Warning: This story includes discussion of suicide.
As the federal government looks to delay the expansion of medical assistance in dying (MAID) to people suffering solely from mental illness, the Northwest Territories' senator is voicing her reservations about whether the N.W.T. is in a position to offer MAID at all.
"There's some great challenges that we face in terms of health, in terms of accessing mental health care," said Margaret Dawn Anderson.
"Until we are in a place where health care is at 100 per cent, and there is some continuity and consistency in that health care service … I struggle to see how MAID can be applied in the Northwest Territories."
MAID eligibility was set to extend on March 17 to people whose sole underlying condition is a mental disorder. Last month however, the federal government announced plans to introduce legislation that would delay that expansion.
Justice Minister David Lametti said some provinces, territories and health-care professionals need more time to adopt practice standards for dealing with more complex MAID requests, and that the federal government will need more time to go over the final report of Parliament's Special Joint Committee on MAID, which is expected on February 17.
"We do have to respect decisions of the courts. They have said that medical assistance in dying is a right that Canadians have, and so … the process will continue to move forward, but we're going to do it in a measured and prudent way," Lametti told reporters on Dec. 15.
Cancelling the expansion would require different legislation, he said, and "I think that would run us afoul of the courts."
The federal Justice Department wouldn't say how long the expansion might be delayed.
At least 12 people have received MAID in N.W.T.
It's unclear whether the N.W.T. is among the jurisdictions that need more time to update MAID practice standards.
CBC News requested an interview with an N.W.T. physician and with the territorial minister of Health and Social Services, Julie Green, but neither were granted by the end of the day on Wednesday.
In an emailed statement, N.W.T. health department spokesperson Umesh Sutendra said the government has safeguards to protect residents seeking medically-assisted death and the medical practitioners who provide it.
"The [N.W.T. government] has no role in the federal government's advancement of MAID," said Sutendra.
The health department said at least 12 people have received MAID in the Northwest Territories since 2016. It wouldn't say where in the territory they're from, citing the risk of identifying them.
According to the federal government's most recent annual report on MAID, there were 10,064 MAID deaths in Canada in 2021.

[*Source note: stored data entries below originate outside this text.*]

def load_certificate(path) -> dict[str, Any]:
    """The certificate at ``path`` as a dict, without checking its content.

    Raises CertificateReadError, whose message is one of "file not found", "is a
    directory", "not a readable JSON file (<why>)" — also for the bare NaN and Infinity
    tokens, which no certificate holds (non-finite values are written as strings) — or
    "not a JSON object (a <type>), not a certificate".
    """
    path = Path(path)
    try:
        text = path.read_text(encoding="utf-8")
        cert = json.loads(text, parse_constant=_refuse_constant)
    except FileNotFoundError:
        raise CertificateReadError("file not found") from None
    except IsADirectoryError:
        raise CertificateReadError("is a directory") from None
    except _NotJSON as exc:
        raise CertificateReadError(f"not a readable JSON file ({exc})") from None
    except RecursionError:
        raise CertificateReadError("not a readable JSON file (nested too deeply)") from None
    except (OSError, UnicodeDecodeError, json.JSONDecodeError) as exc:
        raise CertificateReadError(f"not a readable JSON file ({type(exc).__name__})") \
            from None
    if not isinstance(cert, dict):
        kind = {list: "list", str: "string", bool: "boolean", int: "number",
                float: "number", type(None): "null"}.get(type(cert), type(cert).__name__)
        raise CertificateReadError(f"not a JSON object (a {kind}), not a certificate")
    return cert


def _load_sidecar(path: Path) -> dict[str, np.ndarray]:
    with np.load(path, allow_pickle=False) as data:
        return {k: np.array(data[k]) for k in data.files}


def _case_entries(cert: Mapping[str, Any]) -> list[dict]:
    """The certified cases that are objects (an edited list is named by the digests)."""
    cases = cert.get("cases")
    return [c for c in cases if isinstance(c, dict)] if isinstance(cases, list) else []


def _solution_record(entry: Mapping[str, Any]) -> dict | None:
    """A case's ``solution`` entry when it has the certified shape, else None."""
    record = entry.get("solution")
    if not isinstance(record, dict) or not isinstance(record.get("keys", []), list) \
            or not all(isinstance(k, str) for k in record.get("keys", [])) \
            or not isinstance(record.get("malformed") or {}, dict):
        return None
    return record


def _solution_from_sidecar(name: str, entry: Mapping[str, Any], arrays):
    """The certified :class:`~harness.contract.solution.Solution` of case ``name`` from
    the sidecar arrays; keys outside the contract are left out (the hash then differs)."""
    from harness.contract.solution import KNOWN_KEYS, Malformed, Solution

    out: dict[str, Any] = {}
    malformed = entry.get("malformed") or {}
    for key in entry.get("keys", []):
        if key in malformed:
            out[key] = Malformed(str(malformed[key]))
            continue
        arr = arrays.get(f"{name}/{key}")
        if arr is None:
            continue
        out[key] = _SCALARS[key](arr.reshape(())) if key in _SCALARS else \
            np.array(arr, dtype=np.float64)
    return Solution.from_dict({k: v for k, v in out.items() if k in KNOWN_KEYS})


def _agree(a, b) -> bool:
    if a is None or b is None or isinstance(a, str) or isinstance(b, str):
        return a == b
    if math.isnan(a) or math.isnan(b):
        return math.isnan(a) and math.isnan(b)
    return abs(a - b) <= VALUE_AGREEMENT_ABS + VALUE_AGREEMENT_REL * max(abs(a), abs(b))


def _case_of_field(field: str) -> str | None:
    """``cases/<name>`` of a per-case digest field, else None."""
    parts = field.split("/")
    return "/".join(parts[:2]) if len(parts) > 2 and parts[0] == "cases" else None


def _digest_issues(stored: Mapping[str, Any], now: Mapping[str, str], issues: list[str]):
    """Compare the certified digests with the present ones, each difference once: a case
    removed or added as a whole is one line, and so is a list (``cases``, a case's
    ``checks``) that is no list any more."""
    stored, now = dict(stored), dict(now)
    for field in sorted(f for f in now if f"{f}/(list)" in stored):
        # certified as a list, now something else: its item fields mean nothing any more
        issues.append(f"{field}: not a list of {field.rsplit('/', 1)[-1]} (edited after "
                      f"the certificate was made)")
        now.pop(field)
        stored = {k: v for k, v in stored.items() if not k.startswith(f"{field}/")}
    cases_now = {_case_of_field(f) for f in now} - {None}
    cases_stored = {_case_of_field(f) for f in stored} - {None}
    done: set[str] = set()
    for field in sorted(set(now) | set(stored)):
        case = _case_of_field(field)
        if case is not None and (case not in cases_now or case not in cases_stored):
            if case not in done:
                done.add(case)
                gone = case not in cases_now
                issues.append(f"{case}: {'removed' if gone else 'added'} after the "
                              f"certificate was made")
        elif field not in stored:
            issues.append(f"{field}: added after the certificate was made")
        elif field not in now:
            issues.append(f"{field}: removed after the certificate was made")
        elif stored[field] != now[field]:
            issues.append(f"{field}: edited after the certificate was made (digest mismatch)")


def _integrity(cert: dict, folder: Path, issues: list[str]) -> dict[str, np.ndarray] | None:
    stored_hash = cert.get(HASH_KEY)
    if stored_hash != _whole_hash(cert):
        issues.append(f"{HASH_KEY}: does not match the certificate's content (edited)")
    stored = cert.get(DIGESTS_KEY)
    if not isinstance(stored, dict):
        issues.append(f"{DIGESTS_KEY}: missing or not an object")
        stored = {}
    _digest_issues(stored, _digests(cert), issues)
    sidecar = cert.get("sidecar")
    if not isinstance(sidecar, dict) or "file" not in sidecar:
        issues.append("sidecar: no solution file recorded")
        return None
    side = folder / Path(str(sidecar["file"])).name
    if not side.is_file():
        issues.append(f"sidecar: {side.name} not found beside the certificate")
        return None
    if file_sha256(side) != sidecar.get("sha256"):
        issues.append(f"sidecar: {side.name} was modified (its SHA-256 differs from the "
                      f"certified one)")
    try:
        arrays = _load_sidecar(side)
    except Exception as exc:
        issues.append(f"sidecar: {side.name} is unreadable ({type(exc).__name__})")
        return None
    for entry in _case_entries(cert):
        if not entry.get("solution"):
            continue
        name = entry.get("name")
        record = _solution_record(entry)
        if record is None:
            issues.append(f"cases/{name}/solution: not a solution record (no object with "
                          f"a list of keys)")
            continue
        try:
            got = solution_hash(_solution_from_sidecar(name, record, arrays))
        except (TypeError, ValueError, KeyError) as exc:
            issues.append(f"cases/{name}/solution: the sidecar's arrays do not fit the "
                          f"certified keys ({type(exc).__name__})")
            continue
        if got != record.get("sha256"):
            changed = [k for k in record.get("keys", [])
                       if f"{name}/{k}" not in arrays
                       and k not in (record.get("malformed") or {})]
            detail = f" (missing: {', '.join(changed)})" if changed else ""
            issues.append(f"cases/{name}/solution: the sidecar's arrays do not match the "
                          f"certified solution hash{detail}")
    return arrays


#: Start of every line about a certificate whose own fields disagree with each other.
INTEGRITY = "certificate integrity"
#: The check whose value is a signed eigenvalue (Eh/rad²) rather than a deviation: it
#: must pass when value ≥ −tolerance, and may pass below (when following the instability
#: does not lower the energy), so only the first direction is a contradiction.
SIGNED_VALUE_CHECKS = ("stability",)


def _number(x) -> float | None:
    """A certified value as a float (NaN and ±inf are stored as strings), else None."""
    if isinstance(x, bool) or x is None:
        return None
    if isinstance(x, str):
        try:
            return float(x) if x.lower() in ("nan", "inf", "-inf") else None
        except ValueError:  # pragma: no cover
            return None
    return float(x) if isinstance(x, (int, float)) else None
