class TestCallablePluginsAndRecords:
    """A picklable callable in place of the spec; problems, solutions and references kept."""

    LAB = Path(__file__).resolve().parents[1] / "external" / "lab_code.py"

    def test_command_plugin_is_sent_to_the_child(self, tmp_path):
        """A CommandPlugin (a callable, not a spec) runs the external code per case."""
        import sys

        from harness.run.external import CommandPlugin

        plugin = CommandPlugin(f"{sys.executable} {self.LAB} --in {{problem}} "
                               f"--out {{solution}}", scratch_root=tmp_path, keep=True)
        out = runner.run_cases([FakeCase("h2-sto-3g-rhf")], plugin, tolerances=Tolerances(),
                               timeout=60.0)
        (case,) = out.cases
        assert case.error is None and case.passed
        # H2/STO-3G at R = 1.4 bohr, solved by the example SCF code in the external
        # process. Published E_total = -1.1167 Eh: Szabo & Ostlund, Modern Quantum
        # Chemistry (Dover, 1989), sec. 3.5.2 (from memory, as commonly quoted; see
        # tests/published/SOURCES.md item 3).
        assert case.energy == pytest.approx(-1.1167, abs=1e-3)
        (folder,) = tmp_path.iterdir()  # kept: the child really ran the command
        assert (folder / "solution.npz").is_file()
        assert out.solutions["h2-sto-3g-rhf"].energy == case.energy

    def test_unpicklable_callable_is_refused_before_running(self):
        with pytest.raises(PluginLoadError) as info:
            runner.run_cases([FakeCase("x")], lambda problem: {}, tolerances=Tolerances())
        assert "cannot be sent to the plug-in process (it does not pickle" in str(info.value)
        assert multiprocessing.active_children() == []

    def test_not_callable_is_refused(self):
        with pytest.raises(PluginLoadError, match="not callable"):
            runner.run_cases([FakeCase("x")], 42, tolerances=Tolerances())

    def test_outcome_holds_problems_solutions_references(self):
        """Passing case: its problem, extracted solution and reference; failing: None."""
        out = run("raises_on_first", names=("h2-sto-3g-rhf", "b"))
        first, second = out.cases
        assert first.error is not None and second.passed
        assert set(out.problems) == {"h2-sto-3g-rhf", "b"}
        assert out.problems["b"].name == "b" and out.problems["b"].nao == 2
        assert out.solutions["h2-sto-3g-rhf"] is None
        assert out.solutions["b"].energy == second.energy
        assert out.references["b"].energies["total"] == pytest.approx(-1.1167)

    def test_judge_matches_the_runner(self):
        """check-result's path (judge on the extracted solution) gives the runner's verdict."""
        out = run("constant")
        (case,) = out.cases
        again = judge_module.judge(out.problems["h2-sto-3g-rhf"], out.solutions["h2-sto-3g-rhf"],
                                   out.references["h2-sto-3g-rhf"],
                                   JudgeSettings(tolerances=Tolerances(),
                                                 reference_source="stored"))
        assert [c.to_json() for c in again.checks] == [c.to_json() for c in case.checks]
        assert again.energy == case.energy and again.reference_energy == case.reference_energy


def _alive(pid: int) -> bool:
    try:
        state = Path(f"/proc/{pid}/status").read_text()
    except FileNotFoundError:
        return False
    return "State:\tZ" not in state


def _gone_soon(pid: int, seconds: float = 5.0) -> bool:
    deadline = time.monotonic() + seconds
    while _alive(pid) and time.monotonic() < deadline:
        time.sleep(0.05)
    return not _alive(pid)


class TestNothingOutlivesItsCase:
    def test_a_detached_grandchild_is_killed_with_the_case(self, tmp_path):
        """A plug-in that runs ``sleep 97 &`` through a shell: the case passes, and the
        sleep (in the child's own process group) is gone when run_cases returns."""
        import tempfile

        name = f"h2-grandchild-{os.getpid()}"
        pidfile = Path(tempfile.gettempdir()) / f"{name}.grandchild.pid"
        pidfile.unlink(missing_ok=True)
        out = run("leaves_a_grandchild", names=(name,))
        pid = int(pidfile.read_text())
        pidfile.unlink()
        try:
            assert out.cases[0].passed
            assert _gone_soon(pid), f"sleep 97 (pid {pid}) outlived its case"
        finally:
            if _alive(pid):
                os.kill(pid, 9)


class TestParentKilled:
    def test_a_plugin_that_kills_the_fork_server_is_named(self):
        """Was 'plug-in process exited with code 255 without sending a result'; the next
        case runs in a new fork server and passes."""
        out = run("kills_its_parent_on_first", names=("h2-sto-3g-rhf", "h2-again"))
        first, second = out.cases
        assert first.error == ("the plug-in's worker process lost its parent, the harness's "
                               "fork server (killed from inside the plug-in? os.getppid() is "
                               "not the harness): result unknown")
        assert second.passed


class TestDeathReason:
    def test_signal_and_code(self):
        """Negative exit codes are signals, named; positive ones are codes."""
        assert runner.death_reason(-9) == "plug-in process died from SIGKILL without sending a result"
        assert runner.death_reason(2) == "plug-in process exited with code 2 without sending a result"


class TestRunOutcome:
    def test_empty_or_interrupted_run_does_not_pass(self):
        """No cases, or an interrupted run, is not a pass."""
        assert not runner.RunOutcome(cases=(), interrupted=False, seconds=0.0).passed
        out = run("constant")
        assert out.passed
        assert not dataclasses.replace(out, interrupted=True).passed


FOLDER = PLUGINS.parent
UNPRINTABLE = FOLDER / "unprintable.py"


def imported_here(stem: str) -> bool:
    """True when the module file ``<stem>.py`` of tests/cli/plugins is loaded in this
    (the harness's) process."""
    path = str(FOLDER / f"{stem}.py")
    return any(getattr(m, "__file__", None) == path for m in list(sys.modules.values()))


def check_fails(stem: str, **kw) -> tuple[str, str]:
    """run_cases on ``<stem>.py:solve`` must raise PluginLoadError, start no case, leave
    this process's cwd alone and never import the module here; returns (error, spec)."""
    target = f"{FOLDER / stem}.py:solve"
    cwd = os.getcwd()
    kw.setdefault("timeout", 30.0)
    with pytest.raises(PluginLoadError) as info:
        runner.run_cases([FakeCase("h2-sto-3g-rhf")], target, tolerances=Tolerances(),
                         on_start=lambda name: pytest.fail(f"case {name} started"), **kw)
    assert os.getcwd() == cwd
    assert not imported_here(stem)
    assert multiprocessing.active_children() == []
    return str(info.value), target


class TestLoadCheckInAChild:
    """The early load check imports a spec in a child process, never in the harness's."""

    def test_os_exit_at_import_is_a_load_error(self, capsys):
        """os._exit(0) at import: one line naming the exit code; what it printed is shown
        on stderr (the harness itself goes on and raises)."""
        error, target = check_fails("import_exits")
        assert error == f"plug-in '{target}': importing it ended the process (exit code 0)"
        assert capsys.readouterr() == ("", "import_exits: leaving now\n")

    def test_signal_at_import_is_named(self):
        error, target = check_fails("import_killed")
        assert error == f"plug-in '{target}': importing it ended the process (signal SIGKILL)"

    def test_slow_import_is_bounded_by_the_timeout(self):
        """A module sleeping 1000 s at import: the run's timeout (1 s) applies."""
        start = time.monotonic()
        error, target = check_fails("import_sleeps", timeout=1.0)
        assert error == f"plug-in '{target}': importing it took longer than 1 s"
        assert time.monotonic() - start < 8

    def test_keyboard_interrupt_at_import_is_a_load_error(self):
        """KeyboardInterrupt raised at import is not an interrupted run."""
        error, target = check_fails("import_interrupts")
        assert error == f"plug-in '{target}': importing it raised KeyboardInterrupt"

    def test_chdir_at_import_moves_neither_the_harness_nor_the_children(self, monkeypatch):
        """A module calling os.chdir at import, given by a relative spec: the harness's
        cwd stays, and each case child re-imports the spec from it (both cases pass)."""
        monkeypatch.chdir(FOLDER)
        out = runner.run_cases([FakeCase("h2-sto-3g-rhf"), FakeCase("h2-again")],
                               "import_chdirs.py:solve", tolerances=Tolerances(),
                               timeout=60.0)
        assert os.getcwd() == str(FOLDER)
        assert [c.error for c in out.cases] == [None, None]
        assert all(c.passed for c in out.cases)
        assert not imported_here("import_chdirs")

    def test_output_at_import_is_not_printed_by_the_harness(self, capsys):
        """A module printing at import: the harness process prints nothing of it (the
        case child prints it once, on its own output); the case passes."""
        cwd = os.getcwd()
        out = runner.run_cases([FakeCase("h2-sto-3g-rhf")], f"{FOLDER}/import_prints.py:solve",
                               tolerances=Tolerances(), timeout=30.0)
        assert out.passed and os.getcwd() == cwd
        assert capsys.readouterr() == ("", "")
        assert not imported_here("import_prints")

    def test_ordinary_bad_specs_keep_their_messages(self):
        """Missing attribute, missing file, not callable: the load errors as before."""
        cwd = os.getcwd()
        for function, message in [
                ("nosuch", f"{PLUGINS} has no attribute 'nosuch'"),
                ("NOT_CALLABLE", f"{PLUGINS}:NOT_CALLABLE is not callable (it is int)")]:
            with pytest.raises(PluginLoadError) as info:
                runner.run_cases([FakeCase("x")], spec(function), tolerances=Tolerances())
            assert str(info.value) == f"plug-in '{spec(function)}': {message}"
        with pytest.raises(PluginLoadError) as info:
            runner.check_plugin("no/such/file.py:solve")
        assert str(info.value) == ("plug-in 'no/such/file.py:solve': file not found: "
                                   "no/such/file.py")
        assert os.getcwd() == cwd

    def test_check_plugin_then_run_without_a_second_check(self):
        """check_plugin passes a good spec; plugin_checked=True skips the check, and a
        load failure in the case child is that case's one-line error (no traceback)."""
        runner.check_plugin(spec("constant"), timeout=30.0)
        target = f"{FOLDER}/import_interrupts.py:solve"
        out = runner.run_cases([FakeCase("h2-sto-3g-rhf")], target, tolerances=Tolerances(),
                               timeout=30.0, plugin_checked=True)
        assert out.cases[0].error == (f"plug-in '{target}': importing it raised "
                                      f"KeyboardInterrupt")

    def test_interrupt_during_the_check_is_an_interrupted_run(self):
        """Ctrl-C (the interrupt request) while a slow import is checked: an empty,
        interrupted outcome, promptly, the check child gone."""
        import threading

        timer = threading.Timer(0.5, runner.request_interrupt)
        timer.start()
        start = time.monotonic()
        out = runner.run_cases([FakeCase("x")], f"{FOLDER}/import_sleeps.py:solve",
                               tolerances=Tolerances(), timeout=60.0)
        timer.join()
        assert out.interrupted and out.cases == ()
        assert time.monotonic() - start < 8
        assert multiprocessing.active_children() == []


class Unsendable:
    """Cannot be pickled: its ``__reduce__`` raises an exception that cannot be printed."""

    def __reduce__(self):
        sys.path.insert(0, str(FOLDER))
        try:
            from unprintable import Unprintable
        finally:
            sys.path.remove(str(FOLDER))
        raise Unprintable("hidden")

The average age of a person provided MAID was 76, and the most commonly cited underlying medical condition was cancer.
To be eligible for medically-assisted death in Canada, a person must satisfy a set of criteria.
Among them: they must be adults capable of making their own decisions, they must have a serious and incurable disease, and they must be enduring "unbearable physical or mental suffering" from their disease or disability that "cannot be relieved under conditions [they] consider acceptable."
There are also a number of safeguards. For example, a person seeking MAID must be informed of "available and appropriate means to relieve their suffering," including counselling and disability support services, and they must be offered consultations with these service providers.
Also, a practitioner with expertise in the person's condition must be consulted in the MAID assessment process.
In Senator Anderson's view however, MAID in the N.W.T. is problematic because of the barriers residents face in accessing adequate, consistent and culturally-appropriate health care and mental health services.
She pointed to high physician vacancy rates and high suicide rates in the territory.
The department of Health and Social Services reports that since 2006, physician vacancy rates in the territory have fluctuated between 30 and 43 per cent.
Last October, the N.W.T.'s chief coroner reported an "alarming" increase in suicide deaths, particularly among young men.
"The amount of suicides that are taking place in the N.W.T. is also a sign that there is a an existing issue," said Anderson. "Within the Northwest Territories there are services that are lacking or absent to assist individuals who are dealing with mental health issues."
She said housing and food insecurity compound people's mental health issues.
Expert panel says safeguards exist to expand MAID
Anderson's concerns were echoed by the Expert Panel on MAID and Mental Illness, established under the federal legislation that broadened MAID eligibility.
The panel said Indigenous leaders and communities worried that it's easier for their people to access a way to die than to access the resources to live healthy lives.
In its final report, the panel wrote that "in the course of assessing a request for MAID — regardless of the requester's diagnoses — a clinician must carefully consider whether the person's circumstances are a function of systemic inequality."
It also recommended that regional health regulatory bodies in each province and territory consult with First Nations, Inuit and Métis people to create practice standards for MAID for people suffering from mental illness.
The expert panel was not mandated to debate whether MAID eligibility should be expanded. Rather, it was tasked with providing advice for the provision of MAID to people seeking it on the basis of mental illness.
The panel made 19 recommendations, and determined that the necessary eligibility criteria and safeguards exist to extend MAID to people whose sole underlying condition is a mental disorder.